→ Aim of the exercise: Starting with the line that contains "props = np.zeros((len(map_classes), len(ref_classes)))" and stopping after the line that contains "agree, rj[b], strata, confidence)", return each line below exactly as written, with no others.

Stored dataset items:
[Start of Attachment]

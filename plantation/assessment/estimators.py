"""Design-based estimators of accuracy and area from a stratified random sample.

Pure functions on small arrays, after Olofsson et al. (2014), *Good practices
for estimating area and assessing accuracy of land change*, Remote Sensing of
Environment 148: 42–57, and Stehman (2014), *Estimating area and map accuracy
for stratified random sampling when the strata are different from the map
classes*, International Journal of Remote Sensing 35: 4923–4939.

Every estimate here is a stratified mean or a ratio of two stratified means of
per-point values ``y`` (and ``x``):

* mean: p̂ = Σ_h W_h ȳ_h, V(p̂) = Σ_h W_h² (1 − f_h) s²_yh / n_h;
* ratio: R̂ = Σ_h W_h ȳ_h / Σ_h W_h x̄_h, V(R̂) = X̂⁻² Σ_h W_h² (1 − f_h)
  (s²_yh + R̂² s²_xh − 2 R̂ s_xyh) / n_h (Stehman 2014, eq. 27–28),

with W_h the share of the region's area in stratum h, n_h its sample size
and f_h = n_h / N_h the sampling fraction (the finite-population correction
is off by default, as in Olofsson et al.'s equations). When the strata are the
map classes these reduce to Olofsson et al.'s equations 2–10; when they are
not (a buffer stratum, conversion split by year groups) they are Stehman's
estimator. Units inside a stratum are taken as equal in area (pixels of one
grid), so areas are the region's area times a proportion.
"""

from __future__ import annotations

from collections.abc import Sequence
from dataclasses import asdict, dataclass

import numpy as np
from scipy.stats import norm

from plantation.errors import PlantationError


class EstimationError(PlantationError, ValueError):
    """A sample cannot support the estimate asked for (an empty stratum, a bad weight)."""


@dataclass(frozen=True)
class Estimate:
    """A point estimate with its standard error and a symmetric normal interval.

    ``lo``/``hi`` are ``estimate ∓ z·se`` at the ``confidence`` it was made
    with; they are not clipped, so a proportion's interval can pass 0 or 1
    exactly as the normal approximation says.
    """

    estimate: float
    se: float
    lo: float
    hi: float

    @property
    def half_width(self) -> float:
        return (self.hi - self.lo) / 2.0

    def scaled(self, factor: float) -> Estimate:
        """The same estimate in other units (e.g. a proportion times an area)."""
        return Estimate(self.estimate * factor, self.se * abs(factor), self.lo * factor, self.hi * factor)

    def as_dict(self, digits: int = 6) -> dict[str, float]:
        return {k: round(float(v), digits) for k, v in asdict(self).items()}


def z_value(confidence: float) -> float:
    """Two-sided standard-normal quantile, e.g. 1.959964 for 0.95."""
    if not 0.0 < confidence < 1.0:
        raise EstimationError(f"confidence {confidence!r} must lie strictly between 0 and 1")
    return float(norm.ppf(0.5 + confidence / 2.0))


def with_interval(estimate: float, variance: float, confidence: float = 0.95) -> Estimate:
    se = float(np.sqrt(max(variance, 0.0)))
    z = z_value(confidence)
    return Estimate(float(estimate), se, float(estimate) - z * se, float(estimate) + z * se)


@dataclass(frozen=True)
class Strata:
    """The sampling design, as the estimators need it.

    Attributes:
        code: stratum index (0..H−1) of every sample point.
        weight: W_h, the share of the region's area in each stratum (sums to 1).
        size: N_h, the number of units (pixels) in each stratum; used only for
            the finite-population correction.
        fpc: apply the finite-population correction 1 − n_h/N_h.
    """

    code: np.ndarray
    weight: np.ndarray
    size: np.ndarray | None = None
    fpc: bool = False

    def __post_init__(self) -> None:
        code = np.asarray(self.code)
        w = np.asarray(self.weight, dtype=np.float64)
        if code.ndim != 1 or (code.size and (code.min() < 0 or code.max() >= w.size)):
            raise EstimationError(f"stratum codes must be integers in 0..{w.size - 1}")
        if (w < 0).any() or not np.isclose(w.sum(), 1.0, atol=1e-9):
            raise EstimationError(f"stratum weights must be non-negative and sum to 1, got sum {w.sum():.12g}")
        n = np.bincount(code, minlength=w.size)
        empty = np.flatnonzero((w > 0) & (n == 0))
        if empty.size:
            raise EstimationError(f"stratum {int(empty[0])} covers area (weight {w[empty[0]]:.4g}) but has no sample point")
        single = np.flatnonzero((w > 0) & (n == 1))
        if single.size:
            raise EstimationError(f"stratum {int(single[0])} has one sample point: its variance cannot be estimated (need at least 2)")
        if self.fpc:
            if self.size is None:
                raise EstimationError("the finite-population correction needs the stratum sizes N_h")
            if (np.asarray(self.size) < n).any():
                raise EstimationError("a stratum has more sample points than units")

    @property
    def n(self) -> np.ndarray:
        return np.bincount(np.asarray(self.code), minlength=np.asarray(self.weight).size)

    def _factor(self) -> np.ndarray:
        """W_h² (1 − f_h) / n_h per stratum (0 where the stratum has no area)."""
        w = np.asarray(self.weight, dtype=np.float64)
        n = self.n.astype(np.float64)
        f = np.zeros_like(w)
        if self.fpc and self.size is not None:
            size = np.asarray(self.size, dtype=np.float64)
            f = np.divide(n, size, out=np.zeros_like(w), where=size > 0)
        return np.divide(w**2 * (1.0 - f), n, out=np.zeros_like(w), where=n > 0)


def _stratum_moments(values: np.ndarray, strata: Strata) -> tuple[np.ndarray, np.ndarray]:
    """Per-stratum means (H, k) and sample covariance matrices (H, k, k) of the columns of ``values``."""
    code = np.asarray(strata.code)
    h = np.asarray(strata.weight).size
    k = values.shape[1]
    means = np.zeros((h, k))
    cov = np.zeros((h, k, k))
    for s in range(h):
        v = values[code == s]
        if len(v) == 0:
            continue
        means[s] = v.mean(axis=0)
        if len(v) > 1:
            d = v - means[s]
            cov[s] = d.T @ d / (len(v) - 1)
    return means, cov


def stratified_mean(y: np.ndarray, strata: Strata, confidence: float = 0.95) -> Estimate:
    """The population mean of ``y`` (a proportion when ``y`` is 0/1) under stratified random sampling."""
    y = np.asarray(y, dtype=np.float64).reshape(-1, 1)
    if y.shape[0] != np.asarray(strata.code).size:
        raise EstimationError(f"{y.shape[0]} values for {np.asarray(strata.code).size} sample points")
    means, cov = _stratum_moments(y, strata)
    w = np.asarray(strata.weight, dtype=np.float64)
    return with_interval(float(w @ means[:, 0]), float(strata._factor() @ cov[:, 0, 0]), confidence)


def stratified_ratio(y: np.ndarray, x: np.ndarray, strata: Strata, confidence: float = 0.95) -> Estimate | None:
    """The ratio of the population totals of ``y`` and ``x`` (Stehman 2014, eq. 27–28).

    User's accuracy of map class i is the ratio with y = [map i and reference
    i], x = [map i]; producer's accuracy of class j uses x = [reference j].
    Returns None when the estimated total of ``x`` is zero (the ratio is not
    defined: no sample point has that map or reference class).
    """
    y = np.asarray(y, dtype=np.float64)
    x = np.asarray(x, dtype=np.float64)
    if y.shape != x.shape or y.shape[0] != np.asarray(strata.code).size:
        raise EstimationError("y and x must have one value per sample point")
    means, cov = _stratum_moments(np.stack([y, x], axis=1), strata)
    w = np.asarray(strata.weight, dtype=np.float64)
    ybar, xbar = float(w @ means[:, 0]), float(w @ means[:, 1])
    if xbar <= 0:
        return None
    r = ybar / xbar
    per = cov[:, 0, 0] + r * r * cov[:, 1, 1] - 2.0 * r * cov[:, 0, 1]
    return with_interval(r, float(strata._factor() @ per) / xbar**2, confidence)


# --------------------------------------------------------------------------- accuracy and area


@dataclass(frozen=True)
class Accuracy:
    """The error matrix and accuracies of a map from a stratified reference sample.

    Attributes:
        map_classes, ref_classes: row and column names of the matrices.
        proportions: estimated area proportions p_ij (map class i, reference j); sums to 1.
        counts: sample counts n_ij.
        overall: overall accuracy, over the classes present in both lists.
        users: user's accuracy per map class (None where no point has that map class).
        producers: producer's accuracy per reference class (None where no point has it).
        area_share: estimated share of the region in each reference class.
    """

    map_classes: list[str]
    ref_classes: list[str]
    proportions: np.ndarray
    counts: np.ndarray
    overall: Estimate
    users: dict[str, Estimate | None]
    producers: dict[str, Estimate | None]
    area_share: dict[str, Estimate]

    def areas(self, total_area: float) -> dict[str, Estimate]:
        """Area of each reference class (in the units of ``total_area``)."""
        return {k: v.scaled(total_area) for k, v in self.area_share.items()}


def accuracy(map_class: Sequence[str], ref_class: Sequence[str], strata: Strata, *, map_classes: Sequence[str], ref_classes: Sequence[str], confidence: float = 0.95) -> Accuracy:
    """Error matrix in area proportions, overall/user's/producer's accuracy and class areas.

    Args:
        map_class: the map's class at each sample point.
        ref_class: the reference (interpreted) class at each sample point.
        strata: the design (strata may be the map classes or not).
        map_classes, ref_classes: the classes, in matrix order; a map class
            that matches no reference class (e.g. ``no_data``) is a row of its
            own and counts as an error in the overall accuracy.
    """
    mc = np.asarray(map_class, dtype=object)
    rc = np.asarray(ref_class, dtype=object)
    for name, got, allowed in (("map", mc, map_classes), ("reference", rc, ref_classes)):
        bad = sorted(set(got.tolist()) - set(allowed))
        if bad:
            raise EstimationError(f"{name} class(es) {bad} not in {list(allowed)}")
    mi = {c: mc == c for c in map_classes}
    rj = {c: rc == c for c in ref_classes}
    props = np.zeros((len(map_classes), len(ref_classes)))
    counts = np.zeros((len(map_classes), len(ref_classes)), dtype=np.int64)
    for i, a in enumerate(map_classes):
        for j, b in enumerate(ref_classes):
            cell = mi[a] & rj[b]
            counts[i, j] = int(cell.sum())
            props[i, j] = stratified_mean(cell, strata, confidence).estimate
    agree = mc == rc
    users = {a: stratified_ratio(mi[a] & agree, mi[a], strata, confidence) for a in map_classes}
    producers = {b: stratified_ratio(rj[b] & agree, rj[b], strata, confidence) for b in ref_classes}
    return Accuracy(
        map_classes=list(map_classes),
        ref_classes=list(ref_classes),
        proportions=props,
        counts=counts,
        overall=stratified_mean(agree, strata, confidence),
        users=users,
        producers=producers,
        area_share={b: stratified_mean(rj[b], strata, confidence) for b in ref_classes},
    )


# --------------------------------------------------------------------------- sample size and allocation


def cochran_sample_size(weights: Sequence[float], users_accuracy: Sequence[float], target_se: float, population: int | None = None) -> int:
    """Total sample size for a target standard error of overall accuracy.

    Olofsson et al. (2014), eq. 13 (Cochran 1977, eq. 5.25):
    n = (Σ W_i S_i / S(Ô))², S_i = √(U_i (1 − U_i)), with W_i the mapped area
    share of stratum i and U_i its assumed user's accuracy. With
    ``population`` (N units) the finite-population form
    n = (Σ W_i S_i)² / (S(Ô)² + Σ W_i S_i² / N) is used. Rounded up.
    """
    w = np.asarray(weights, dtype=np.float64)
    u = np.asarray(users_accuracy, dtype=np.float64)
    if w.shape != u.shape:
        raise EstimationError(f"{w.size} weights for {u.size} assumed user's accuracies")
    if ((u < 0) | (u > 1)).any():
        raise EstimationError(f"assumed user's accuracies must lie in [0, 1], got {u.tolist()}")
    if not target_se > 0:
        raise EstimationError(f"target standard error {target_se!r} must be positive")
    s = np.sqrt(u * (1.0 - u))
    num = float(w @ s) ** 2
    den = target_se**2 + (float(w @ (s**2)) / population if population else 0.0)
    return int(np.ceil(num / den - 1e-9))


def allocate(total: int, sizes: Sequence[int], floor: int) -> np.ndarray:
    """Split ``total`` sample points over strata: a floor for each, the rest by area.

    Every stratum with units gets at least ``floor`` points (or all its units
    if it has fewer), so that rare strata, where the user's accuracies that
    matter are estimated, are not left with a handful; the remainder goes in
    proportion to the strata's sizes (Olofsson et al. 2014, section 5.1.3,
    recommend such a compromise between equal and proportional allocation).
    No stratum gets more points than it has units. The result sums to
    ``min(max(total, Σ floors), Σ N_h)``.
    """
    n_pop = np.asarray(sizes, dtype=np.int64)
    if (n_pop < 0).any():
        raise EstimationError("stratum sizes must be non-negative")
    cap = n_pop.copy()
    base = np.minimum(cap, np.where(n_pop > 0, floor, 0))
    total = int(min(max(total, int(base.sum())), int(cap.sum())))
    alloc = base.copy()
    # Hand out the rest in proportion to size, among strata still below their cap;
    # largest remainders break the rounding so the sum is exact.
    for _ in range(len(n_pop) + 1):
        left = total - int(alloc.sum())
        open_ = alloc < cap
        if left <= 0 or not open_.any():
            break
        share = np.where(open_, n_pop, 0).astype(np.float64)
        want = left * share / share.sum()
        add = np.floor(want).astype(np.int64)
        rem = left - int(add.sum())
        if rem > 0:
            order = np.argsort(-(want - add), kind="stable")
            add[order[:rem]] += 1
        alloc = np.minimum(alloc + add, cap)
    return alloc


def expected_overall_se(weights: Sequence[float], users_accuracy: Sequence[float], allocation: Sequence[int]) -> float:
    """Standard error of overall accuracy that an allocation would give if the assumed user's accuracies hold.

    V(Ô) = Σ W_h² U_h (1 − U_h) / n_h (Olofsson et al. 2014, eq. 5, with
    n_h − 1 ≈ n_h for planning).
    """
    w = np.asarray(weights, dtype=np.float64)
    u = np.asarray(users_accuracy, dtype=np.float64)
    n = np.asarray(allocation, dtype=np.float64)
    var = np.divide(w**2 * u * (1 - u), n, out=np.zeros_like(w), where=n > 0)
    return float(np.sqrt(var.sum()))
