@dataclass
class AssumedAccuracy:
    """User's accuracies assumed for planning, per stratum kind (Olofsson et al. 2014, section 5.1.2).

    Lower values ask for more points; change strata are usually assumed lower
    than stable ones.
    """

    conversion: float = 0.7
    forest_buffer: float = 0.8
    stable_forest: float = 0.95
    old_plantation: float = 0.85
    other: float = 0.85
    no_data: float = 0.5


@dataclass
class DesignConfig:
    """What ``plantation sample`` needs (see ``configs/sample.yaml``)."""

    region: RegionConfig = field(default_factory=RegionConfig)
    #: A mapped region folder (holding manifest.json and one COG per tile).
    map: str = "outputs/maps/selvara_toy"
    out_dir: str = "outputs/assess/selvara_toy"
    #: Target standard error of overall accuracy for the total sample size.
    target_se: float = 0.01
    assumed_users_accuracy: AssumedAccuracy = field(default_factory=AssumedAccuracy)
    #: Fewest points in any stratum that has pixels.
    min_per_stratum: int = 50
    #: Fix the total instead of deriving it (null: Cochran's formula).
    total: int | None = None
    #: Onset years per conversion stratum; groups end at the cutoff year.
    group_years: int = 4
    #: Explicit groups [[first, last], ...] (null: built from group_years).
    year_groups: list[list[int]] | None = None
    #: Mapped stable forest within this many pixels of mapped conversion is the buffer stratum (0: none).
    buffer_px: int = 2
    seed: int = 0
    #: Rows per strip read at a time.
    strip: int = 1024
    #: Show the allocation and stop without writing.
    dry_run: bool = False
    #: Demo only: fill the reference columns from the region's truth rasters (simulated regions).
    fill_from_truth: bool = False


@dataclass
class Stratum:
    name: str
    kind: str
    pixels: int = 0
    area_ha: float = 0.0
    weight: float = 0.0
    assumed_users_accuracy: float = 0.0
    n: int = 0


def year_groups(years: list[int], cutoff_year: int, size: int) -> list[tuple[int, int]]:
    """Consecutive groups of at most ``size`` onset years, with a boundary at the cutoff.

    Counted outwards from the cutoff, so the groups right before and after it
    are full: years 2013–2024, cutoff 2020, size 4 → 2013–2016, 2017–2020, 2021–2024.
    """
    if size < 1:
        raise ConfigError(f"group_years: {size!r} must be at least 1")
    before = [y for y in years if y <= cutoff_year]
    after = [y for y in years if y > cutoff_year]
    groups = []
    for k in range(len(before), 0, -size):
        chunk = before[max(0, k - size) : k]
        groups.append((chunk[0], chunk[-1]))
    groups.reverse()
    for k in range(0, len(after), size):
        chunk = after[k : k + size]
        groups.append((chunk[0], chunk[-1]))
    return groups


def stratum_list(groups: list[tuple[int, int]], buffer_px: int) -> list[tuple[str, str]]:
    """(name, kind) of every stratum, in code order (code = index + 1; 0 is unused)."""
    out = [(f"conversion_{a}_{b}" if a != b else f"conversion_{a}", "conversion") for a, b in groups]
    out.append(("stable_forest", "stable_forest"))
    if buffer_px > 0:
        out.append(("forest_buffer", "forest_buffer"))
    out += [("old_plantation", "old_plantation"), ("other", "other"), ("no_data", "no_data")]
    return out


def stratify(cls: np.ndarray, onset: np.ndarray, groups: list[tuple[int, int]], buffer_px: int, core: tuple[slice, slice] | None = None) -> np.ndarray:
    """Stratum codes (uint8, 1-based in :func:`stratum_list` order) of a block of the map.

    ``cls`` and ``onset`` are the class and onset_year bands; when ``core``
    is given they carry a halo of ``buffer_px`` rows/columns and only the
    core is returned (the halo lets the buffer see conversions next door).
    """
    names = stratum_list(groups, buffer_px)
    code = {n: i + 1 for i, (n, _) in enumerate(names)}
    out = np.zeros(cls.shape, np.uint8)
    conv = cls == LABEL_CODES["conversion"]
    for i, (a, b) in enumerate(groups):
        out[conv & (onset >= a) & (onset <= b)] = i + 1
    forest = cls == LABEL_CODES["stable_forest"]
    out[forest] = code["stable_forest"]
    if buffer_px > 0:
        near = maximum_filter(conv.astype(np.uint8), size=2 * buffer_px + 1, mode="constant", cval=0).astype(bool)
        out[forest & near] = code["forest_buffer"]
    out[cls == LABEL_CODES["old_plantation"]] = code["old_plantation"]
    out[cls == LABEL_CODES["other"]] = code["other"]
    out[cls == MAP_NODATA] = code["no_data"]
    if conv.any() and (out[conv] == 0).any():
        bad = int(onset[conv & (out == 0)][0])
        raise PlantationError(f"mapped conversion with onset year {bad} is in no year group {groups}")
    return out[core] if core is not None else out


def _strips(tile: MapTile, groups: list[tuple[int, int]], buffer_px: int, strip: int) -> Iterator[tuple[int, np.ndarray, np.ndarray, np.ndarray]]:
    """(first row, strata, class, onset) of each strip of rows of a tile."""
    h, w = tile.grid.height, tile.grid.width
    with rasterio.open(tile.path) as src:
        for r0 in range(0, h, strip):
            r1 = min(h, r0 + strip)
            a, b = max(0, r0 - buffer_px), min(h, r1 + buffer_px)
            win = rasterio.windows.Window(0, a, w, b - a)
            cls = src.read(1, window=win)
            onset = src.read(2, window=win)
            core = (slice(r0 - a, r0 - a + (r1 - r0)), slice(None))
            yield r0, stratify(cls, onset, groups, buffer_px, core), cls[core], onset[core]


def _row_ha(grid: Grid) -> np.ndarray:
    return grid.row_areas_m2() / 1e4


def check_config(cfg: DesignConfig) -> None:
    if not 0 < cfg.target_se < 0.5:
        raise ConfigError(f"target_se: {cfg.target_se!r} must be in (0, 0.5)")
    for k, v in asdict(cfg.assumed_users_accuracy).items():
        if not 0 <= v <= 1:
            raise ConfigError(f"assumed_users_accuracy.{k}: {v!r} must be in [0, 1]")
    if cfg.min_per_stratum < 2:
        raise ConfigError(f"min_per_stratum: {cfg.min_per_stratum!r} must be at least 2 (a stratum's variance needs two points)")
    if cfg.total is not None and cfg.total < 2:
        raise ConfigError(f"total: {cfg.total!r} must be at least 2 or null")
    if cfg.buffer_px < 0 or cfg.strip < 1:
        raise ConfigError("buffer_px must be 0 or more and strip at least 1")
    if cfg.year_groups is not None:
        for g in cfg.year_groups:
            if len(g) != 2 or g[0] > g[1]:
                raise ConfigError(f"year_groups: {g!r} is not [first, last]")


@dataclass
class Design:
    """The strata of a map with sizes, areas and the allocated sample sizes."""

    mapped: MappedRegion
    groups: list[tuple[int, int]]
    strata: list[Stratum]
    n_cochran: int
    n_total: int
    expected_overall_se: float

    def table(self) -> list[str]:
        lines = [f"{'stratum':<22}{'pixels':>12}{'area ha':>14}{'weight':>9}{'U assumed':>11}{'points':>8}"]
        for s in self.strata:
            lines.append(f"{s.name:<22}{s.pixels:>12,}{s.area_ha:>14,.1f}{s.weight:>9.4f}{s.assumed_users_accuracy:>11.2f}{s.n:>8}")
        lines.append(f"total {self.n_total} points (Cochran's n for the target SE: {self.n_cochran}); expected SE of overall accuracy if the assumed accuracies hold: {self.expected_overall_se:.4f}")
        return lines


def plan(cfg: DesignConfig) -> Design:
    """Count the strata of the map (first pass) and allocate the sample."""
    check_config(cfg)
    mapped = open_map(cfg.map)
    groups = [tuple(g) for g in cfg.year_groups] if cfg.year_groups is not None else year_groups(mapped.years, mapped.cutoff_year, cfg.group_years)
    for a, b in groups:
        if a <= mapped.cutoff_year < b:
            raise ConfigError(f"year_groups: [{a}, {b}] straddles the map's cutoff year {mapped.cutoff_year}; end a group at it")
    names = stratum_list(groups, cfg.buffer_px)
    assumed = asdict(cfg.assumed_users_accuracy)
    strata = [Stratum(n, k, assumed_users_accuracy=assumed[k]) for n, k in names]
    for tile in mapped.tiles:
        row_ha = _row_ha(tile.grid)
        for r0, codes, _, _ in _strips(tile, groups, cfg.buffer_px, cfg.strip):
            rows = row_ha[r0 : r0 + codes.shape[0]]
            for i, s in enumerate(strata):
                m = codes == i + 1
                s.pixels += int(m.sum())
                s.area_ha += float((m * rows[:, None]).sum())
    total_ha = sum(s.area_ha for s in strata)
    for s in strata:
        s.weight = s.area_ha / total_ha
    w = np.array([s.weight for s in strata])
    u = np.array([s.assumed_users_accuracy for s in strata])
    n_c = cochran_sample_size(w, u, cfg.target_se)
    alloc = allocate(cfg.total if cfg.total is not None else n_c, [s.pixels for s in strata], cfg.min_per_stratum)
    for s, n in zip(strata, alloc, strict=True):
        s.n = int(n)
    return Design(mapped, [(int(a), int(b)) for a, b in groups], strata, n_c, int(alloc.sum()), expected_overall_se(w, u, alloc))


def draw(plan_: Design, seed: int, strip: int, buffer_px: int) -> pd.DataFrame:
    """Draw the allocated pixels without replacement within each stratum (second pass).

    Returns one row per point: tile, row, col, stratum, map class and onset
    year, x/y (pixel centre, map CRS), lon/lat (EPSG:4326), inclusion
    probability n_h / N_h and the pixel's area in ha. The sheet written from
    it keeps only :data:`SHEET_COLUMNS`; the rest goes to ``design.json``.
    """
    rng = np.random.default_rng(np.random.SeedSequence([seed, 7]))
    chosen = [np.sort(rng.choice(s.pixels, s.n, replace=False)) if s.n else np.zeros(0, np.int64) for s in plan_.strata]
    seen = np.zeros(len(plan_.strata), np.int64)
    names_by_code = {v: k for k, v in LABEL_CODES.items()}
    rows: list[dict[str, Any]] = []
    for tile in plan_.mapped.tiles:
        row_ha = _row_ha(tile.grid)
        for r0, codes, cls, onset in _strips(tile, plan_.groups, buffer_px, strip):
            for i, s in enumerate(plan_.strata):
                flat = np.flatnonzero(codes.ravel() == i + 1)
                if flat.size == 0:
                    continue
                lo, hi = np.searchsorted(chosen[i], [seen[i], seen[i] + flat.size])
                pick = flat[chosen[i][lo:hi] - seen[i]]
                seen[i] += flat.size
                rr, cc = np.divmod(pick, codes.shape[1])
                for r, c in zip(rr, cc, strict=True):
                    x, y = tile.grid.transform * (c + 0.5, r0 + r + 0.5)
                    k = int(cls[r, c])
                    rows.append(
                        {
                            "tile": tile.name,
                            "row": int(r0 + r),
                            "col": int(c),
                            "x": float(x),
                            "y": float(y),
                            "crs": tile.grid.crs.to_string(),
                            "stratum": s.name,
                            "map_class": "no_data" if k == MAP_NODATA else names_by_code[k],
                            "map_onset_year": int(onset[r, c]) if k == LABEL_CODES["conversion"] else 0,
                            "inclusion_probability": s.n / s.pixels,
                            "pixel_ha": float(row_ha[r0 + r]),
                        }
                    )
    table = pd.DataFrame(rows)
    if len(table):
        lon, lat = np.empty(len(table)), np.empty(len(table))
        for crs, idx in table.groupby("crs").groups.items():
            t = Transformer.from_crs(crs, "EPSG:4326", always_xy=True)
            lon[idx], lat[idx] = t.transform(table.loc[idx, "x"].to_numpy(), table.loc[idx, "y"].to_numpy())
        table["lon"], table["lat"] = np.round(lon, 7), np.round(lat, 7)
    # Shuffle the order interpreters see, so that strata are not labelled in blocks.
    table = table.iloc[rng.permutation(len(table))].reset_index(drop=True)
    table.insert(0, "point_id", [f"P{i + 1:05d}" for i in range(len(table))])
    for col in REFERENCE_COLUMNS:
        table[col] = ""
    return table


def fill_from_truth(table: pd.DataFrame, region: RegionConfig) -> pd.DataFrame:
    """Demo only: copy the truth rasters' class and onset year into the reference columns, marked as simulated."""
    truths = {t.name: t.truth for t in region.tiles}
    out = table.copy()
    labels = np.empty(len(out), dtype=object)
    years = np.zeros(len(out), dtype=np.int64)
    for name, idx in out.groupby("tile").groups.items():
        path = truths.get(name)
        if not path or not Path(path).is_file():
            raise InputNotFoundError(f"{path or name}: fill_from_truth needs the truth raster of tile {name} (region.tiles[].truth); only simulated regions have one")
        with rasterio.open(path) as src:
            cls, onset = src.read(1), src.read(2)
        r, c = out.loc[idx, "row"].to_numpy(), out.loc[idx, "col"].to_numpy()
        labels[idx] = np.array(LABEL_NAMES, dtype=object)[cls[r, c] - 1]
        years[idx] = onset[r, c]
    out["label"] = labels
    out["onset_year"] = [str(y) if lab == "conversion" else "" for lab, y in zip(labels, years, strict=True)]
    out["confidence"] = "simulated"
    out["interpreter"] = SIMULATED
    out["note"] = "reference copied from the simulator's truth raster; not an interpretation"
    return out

[End of Attachment]

→ Task solution:
    props = np.zeros((len(map_classes), len(ref_classes)))
    counts = np.zeros((len(map_classes), len(ref_classes)), dtype=np.int64)
    for i, a in enumerate(map_classes):
        for j, b in enumerate(ref_classes):
            cell = mi[a] & rj[b]
            counts[i, j] = int(cell.sum())
            props[i, j] = stratified_mean(cell, strata, confidence).estimate
    agree = mc == rc
    users = {a: stratified_ratio(mi[a] & agree, mi[a], strata, confidence) for a in map_classes}
    producers = {b: stratified_ratio(rj[b] & agree, rj[b], strata, confidence) for b in ref_classes}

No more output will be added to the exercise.